Babcock & Brown Global Investments Home

Corporate Governance Framework

The Board of Directors of Babcock & Brown Global Investments Limited (BBGIL) has determined to comply with the best practices as outlined in the Singapore Code of Corporate Governance 2005 and in line with the essential practices and laws of Bermuda, as described below:

Principle 1: Board of Directors’ Conduct of Affairs. An effective board to lead and control.

Responsibility for corporate governance and oversight of the internal workings of BBGIL rests with the Board of Directors. The Board of Directors has adopted formal charters of Directors’ functions and pursuant to the Management Agreements appointed the Manager to manage BBGIL's day-to-day business affairs and internal workings.

Each Independent Director of the Board of Directors has received a letter of appointment, which details the key terms of their appointment considered necessary by the Board of Directors.

The Board of Directors has adopted the Babcock & Brown Limited Code, which sets out principles and standards necessary to maintain confidence in BBGIL's integrity and the protection of individuals for reporting unethical behaviour.

Directors participate in a formal induction program and have access to continuing education to update and enhance their skills and knowledge.

Principle 2: Composition and Guidance of the Board of Directors. A strong, independent element.

BBGIL has a Nominations and Governance Committee that, in summary, oversees the composition of the Board of Directors and its committees and advises the Board of Directors on good governance standards and appropriate corporate governance policies. This committee comprises a minimum of three (3) Directors with a majority of Independent Directors. The Bye-laws of BBGIL require that the Board of Directors shall comprise a minimum of two (2) Directors and the maximum number of directors shall be determined by the Shareholders from time to time and initially is fixed at a maximum of nine (9) Directors of which only two may be appointed by the Manager. BBGIL's current intention is to have six (6) Board of Directors members.

Principle 3: Chairman and Chief Executive Officer. A balance of power and authority.

BBGIL does not have an independent Chairman of the Board. However, four (4) out of its six (6) Directors are independent and its Chairman (and the other Manager Appointed Director) will not vote in respect of any transaction where a Babcock & Brown Group entity is a party. The current Chairman of the Board of Directors is Richard Umbrecht who is nominated by the Manager and is a senior employee and member of the executive committee of the Babcock & Brown Group.

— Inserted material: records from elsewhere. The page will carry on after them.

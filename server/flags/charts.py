"""Small plots of flags and drift: a drift flag (from the compact grid kept in its evidence), a
fleet outlier (its robust z at the probe readings) and a unit's drift history."""

from __future__ import annotations

from collections.abc import Sequence
from typing import Any

import plotly.graph_objects as go

from server.calibrations.charts import BAND, CURVE, FONT, SUSPECT, TOLERANCE
from server.fleet.service import DriftPoint
from shared.fleet import Z_ACTION, Z_WARNING, DueDate


def drift_figure(evidence: dict[str, Any]) -> go.Figure | None:
    """Deviation (current - previous) against reading, the simultaneous band around 0 and the
    drift limit; None when the evidence has no grid."""
    grid = evidence.get("grid") or {}
    reading = grid.get("reading") or []
    deviation = grid.get("deviation") or []
    band = grid.get("band") or []
    if not reading or len(reading) != len(deviation):
        return None
    vu, ru = evidence.get("value_unit", ""), evidence.get("reading_unit", "")
    fig = go.Figure()
    if band and len(band) == len(reading):
        upper = [b if b is not None else 0.0 for b in band]
        fig.add_trace(
            go.Scatter(
                x=reading + reading[::-1],
                y=upper + [-b for b in upper[::-1]],
                fill="toself",
                fillcolor=BAND,
                line={"width": 0},
                hoverinfo="skip",
                name=f"simultaneous {evidence.get('level', 0.95):.0%} band",
            )
        )
    fig.add_trace(
        go.Scatter(
            x=reading,
            y=deviation,
            mode="lines",
            line={"color": CURVE, "width": 2},
            name="deviation",
            hovertemplate=f"%{{x:.4g}} {ru}: %{{y:+.3g}} {vu}<extra></extra>",
        )
    )
    limit = evidence.get("drift_limit")
    if limit:
        for sign in (1, -1):
            fig.add_trace(
                go.Scatter(
                    x=[reading[0], reading[-1]],
                    y=[sign * limit, sign * limit],
                    mode="lines",
                    line={"color": TOLERANCE, "width": 1.5, "dash": "dash"},
                    name=f"drift limit ±{limit:g} {vu}",
                    showlegend=sign == 1,
                    hoverinfo="skip",
                )
            )
    return _small_layout(
        fig, x_title=f"reading ({ru})", y_title=f"current − previous ({vu})", height=220
    )


def _small_layout(fig: go.Figure, *, x_title: str, y_title: str, height: int) -> go.Figure:
    """The look of ``drift_figure``: light grid, zero line, legend above the plot."""
    axis = {
        "showgrid": True,
        "gridcolor": "#e3e7ee",
        "zeroline": True,
        "zerolinecolor": "#9aa3b2",
        "showline": True,
        "linecolor": "#9aa3b2",
        "automargin": True,
    }
    fig.update_layout(
        template="none",
        height=height,
        margin={"l": 8, "r": 8, "t": 28, "b": 8},
        font={"family": FONT, "size": 12, "color": "#1d2433"},
        paper_bgcolor="#ffffff",
        plot_bgcolor="#ffffff",
        showlegend=True,
        legend={"orientation": "h", "x": 0, "y": 1.02, "yanchor": "bottom", "font": {"size": 11}},
        xaxis={**axis, "title": {"text": x_title}},
        yaxis={**axis, "title": {"text": y_title}},
    )
    return fig


def _level(fig: go.Figure, x: list[Any], level: float, *, color: str, dash: str, name: str) -> None:
    """Horizontal lines at +level and -level (one legend entry)."""
    for sign in (1, -1):
        fig.add_trace(
            go.Scatter(
                x=x,
                y=[sign * level, sign * level],
                mode="lines",
                line={"color": color, "width": 1.5, "dash": dash},
                name=name,
                legendgroup=name,
                showlegend=sign == 1,
                hoverinfo="skip",
            )
        )


def drift_history_figure(
    history: Sequence[DriftPoint],
    *,
    value_unit: str,
    reading_unit: str,
    drift_limit: float | None = None,
    threshold: float | None = None,
    due: DueDate | None = None,
) -> go.Figure | None:
    """Each valid calibration's signed largest deviation from the unit's first curve against its
    date (the first at 0), the ± drift limit (dashed), the ± threshold the due date projects
    against when it differs from the drift limit (dash-dot), and, when the due date is the
    projected crossing, that projection (dotted): the drift since the last calibration, 0 on its
    date, growing at the history's rate until it reaches the threshold on the due date, in the
    direction of the newest deviation. None with fewer than two calibrations."""
    if len(history) < 2:
        return None
    sp = " " if value_unit else ""
    dates = [p.on.isoformat() for p in history]
    notes = [
        "first calibration (the baseline)"
        if p.at_reading is None
        else f"at {p.at_reading:.4g} {reading_unit}"
        + (f"; simultaneous band ≈ ±{p.band:.2g}{sp}{value_unit}" if p.band is not None else "")
        for p in history
    ]
    fig = go.Figure()
    fig.add_trace(
        go.Scatter(
            x=dates,
            y=[p.deviation for p in history],
            mode="lines+markers",
            line={"color": CURVE, "width": 2},
            marker={"color": CURVE, "size": 8},
            customdata=notes,
            name="largest deviation from the first curve",
            hovertemplate=f"%{{x}}: %{{y:+.3g}}{sp}{value_unit} %{{customdata}}<extra></extra>",
        )
    )
    last = history[-1]
    projected = (
        due is not None
        and due.decided_by == "crossing"
        and due.rate_per_year is not None
        and due.projected_crossing is not None
    )
    end = due.due.isoformat() if projected and due is not None else dates[-1]
    span = [dates[0], end]
    same = bool(threshold and drift_limit and abs(threshold - drift_limit) <= 1e-9 * drift_limit)
    if drift_limit:
        _level(
            fig,
            span,
            drift_limit,
            color=TOLERANCE,
            dash="dash",
            name=f"drift limit ±{drift_limit:g}{sp}{value_unit}"
            + (" (the due date's threshold)" if same else ""),
        )
    if threshold and not same:
        _level(
            fig,
            span,
            threshold,
            color="#b45309",
            dash="dashdot",
            name=f"due-date threshold ±{threshold:.3g}{sp}{value_unit}",
        )
    if projected and due is not None and due.rate_per_year is not None:
        sign = -1.0 if last.deviation < 0 else 1.0
        fig.add_trace(
            go.Scatter(
                x=[last.on.isoformat(), due.due.isoformat()],
                y=[0.0, sign * due.threshold],
                mode="lines+markers",
                line={"color": CURVE, "width": 1.5, "dash": "dot"},
                marker={"color": CURVE, "size": [0, 9], "symbol": "diamond-open"},
                name=f"projected drift: due {due.due.isoformat()}",
                hovertemplate=(
                    f"%{{x}}: %{{y:+.3g}}{sp}{value_unit}, drift since the last calibration "
                    f"projected at {due.rate_per_year:.3g}{sp}{value_unit}/year<extra></extra>"
                ),
            )
        )
    return _small_layout(
        fig,
        x_title="calibration date",
        y_title=f"deviation from first ({value_unit})",
        height=340,
    )


def outlier_figure(evidence: dict[str, Any]) -> go.Figure | None:
    """A fleet outlier's robust z at each probe reading, with the action (|z| = 3, dashed) and
    warning (|z| = 2, dotted) lines; the probe of the flag's z is ringed. We plot z rather than
    the unit's values beside the fleet's median: z is what the flag judges, on the same scale for
    every type, whereas the fleet's spread (a few mm against values of hundreds) is hard to see
    on a value axis. Hover gives the value, the median and the robust s.d. at each probe. None
    when the evidence has no per-probe arrays (flags stored before they were kept)."""
    probes = evidence.get("probe_readings") or []
    z = evidence.get("probe_z") or []
    if not probes or len(z) != len(probes):
        return None
    vu, ru = evidence.get("value_unit", ""), evidence.get("reading_unit", "")
    sp = " " if vu else ""
    n = len(probes)
    values = evidence.get("probe_values") or [None] * n
    center = evidence.get("probe_center") or [None] * n
    scale = evidence.get("probe_scale") or [None] * n

    def g(x: float | None) -> str:
        return "—" if x is None else f"{x:.4g}"

    notes = [
        f"{g(v)}{sp}{vu} against the median {g(c)}{sp}{vu} (robust s.d. {g(s)}{sp}{vu})"
        for v, c, s in zip(values, center, scale, strict=False)
    ]
    fig = go.Figure()
    fig.add_trace(
        go.Scatter(
            x=probes,
            y=z,
            mode="lines+markers",
            line={"color": CURVE, "width": 2},
            marker={"color": CURVE, "size": 7},
            customdata=notes,
            name="robust z",
            hovertemplate=f"%{{x:.4g}} {ru}: z = %{{y:+.2f}}<br>%{{customdata}}<extra></extra>",
        )
    )
    worst = evidence.get("z")
    at = evidence.get("at_reading")
    if worst is not None and at is not None:
        fig.add_trace(
            go.Scatter(
                x=[at],
                y=[worst],
                mode="markers",
                marker={
                    "color": SUSPECT,
                    "size": 14,
                    "symbol": "circle-open",
                    "line": {"width": 2},
                },
                name=f"flagged {worst:+.2f}",
                hoverinfo="skip",
            )
        )
    span = [probes[0], probes[-1]]
    _level(fig, span, Z_ACTION, color=TOLERANCE, dash="dash", name=f"action ±{Z_ACTION:g}")
    _level(fig, span, Z_WARNING, color=SUSPECT, dash="dot", name=f"warning ±{Z_WARNING:g}")
    return _small_layout(fig, x_title=f"reading ({ru})", y_title="robust z", height=220)


def errors_figure(evidence: dict[str, Any]) -> go.Figure | None:
    """The errors a flag judged against the tolerance, at each reference value: for an
    out-of-tolerance-in-service flag the as-found errors (the previous calibration applied to the
    new points, minus the reference), for a failed acceptance the residuals of the fit. The
    allowed error ±(tolerance_abs + tolerance_rel % of value) is the envelope; points outside it
    are drawn in the warning colour. None when the evidence has no per-point arrays (flags
    stored before they were kept)."""
    pts = evidence.get("points") or {}
    value, error, allowed = pts.get("value") or [], pts.get("error") or [], pts.get("allowed")
    if not value or len(error) != len(value) or not allowed or len(allowed) != len(value):
        return None
    vu = evidence.get("value_unit", "")
    order = sorted(range(len(value)), key=lambda i: value[i])
    xs = [value[i] for i in order]
    lim = [allowed[i] for i in order]
    out = [i for i in order if abs(error[i]) > allowed[i]]
    inside = [i for i in order if abs(error[i]) <= allowed[i]]
    fig = go.Figure()
    fig.add_trace(
        go.Scatter(
            x=xs + xs[::-1],
            y=lim + [-a for a in lim[::-1]],
            fill="toself",
            fillcolor=BAND,
            line={"width": 0},
            hoverinfo="skip",
            showlegend=False,
            legendgroup="allowed",
        )
    )
    for sign in (1, -1):
        fig.add_trace(
            go.Scatter(
                x=xs,
                y=[sign * a for a in lim],
                mode="lines",
                line={"color": TOLERANCE, "width": 1.5, "dash": "dash"},
                hoverinfo="skip",
                name="allowed error",
                legendgroup="allowed",
                showlegend=sign == 1,
            )
        )
    for chosen, color, name in ((inside, CURVE, "within"), (out, TOLERANCE, "outside")):
        if chosen:
            fig.add_trace(
                go.Scatter(
                    x=[value[i] for i in chosen],
                    y=[error[i] for i in chosen],
                    mode="markers",
                    marker={"color": color, "size": 8 if name == "outside" else 6},
                    name=name,
                    hovertemplate=f"%{{x:.4g}} {vu}: error %{{y:+.3g}} {vu}<extra></extra>",
                )
            )
    label = "as-found error" if evidence.get("n_judged") is not None else "residual"
    return _small_layout(
        fig, x_title=f"reference value ({vu})", y_title=f"{label} ({vu})", height=220
    )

Principle 4: Board of Directors Membership. Review of Board of Directors appointments.

BBGIL has a Nominations and Governance Committee that, in summary, oversees the composition of the Board of Directors and its committees and advises the Board of Directors on good governance standards and appropriate corporate governance policies. This committee comprises a minimum of two (2) Directors.

Principle 5: Board Performance. Assessment of board performance.

A formal assessment of the performance of the Board of Directors, BBGIL's Directors and the Audit and Risk Management Committee will be undertaken annually.

Principle 6: Access to Information.

The Board of Directors is provided with reports in advance of Board of Directors meetings, which contain sufficient information to enable informed discussion of all agenda items.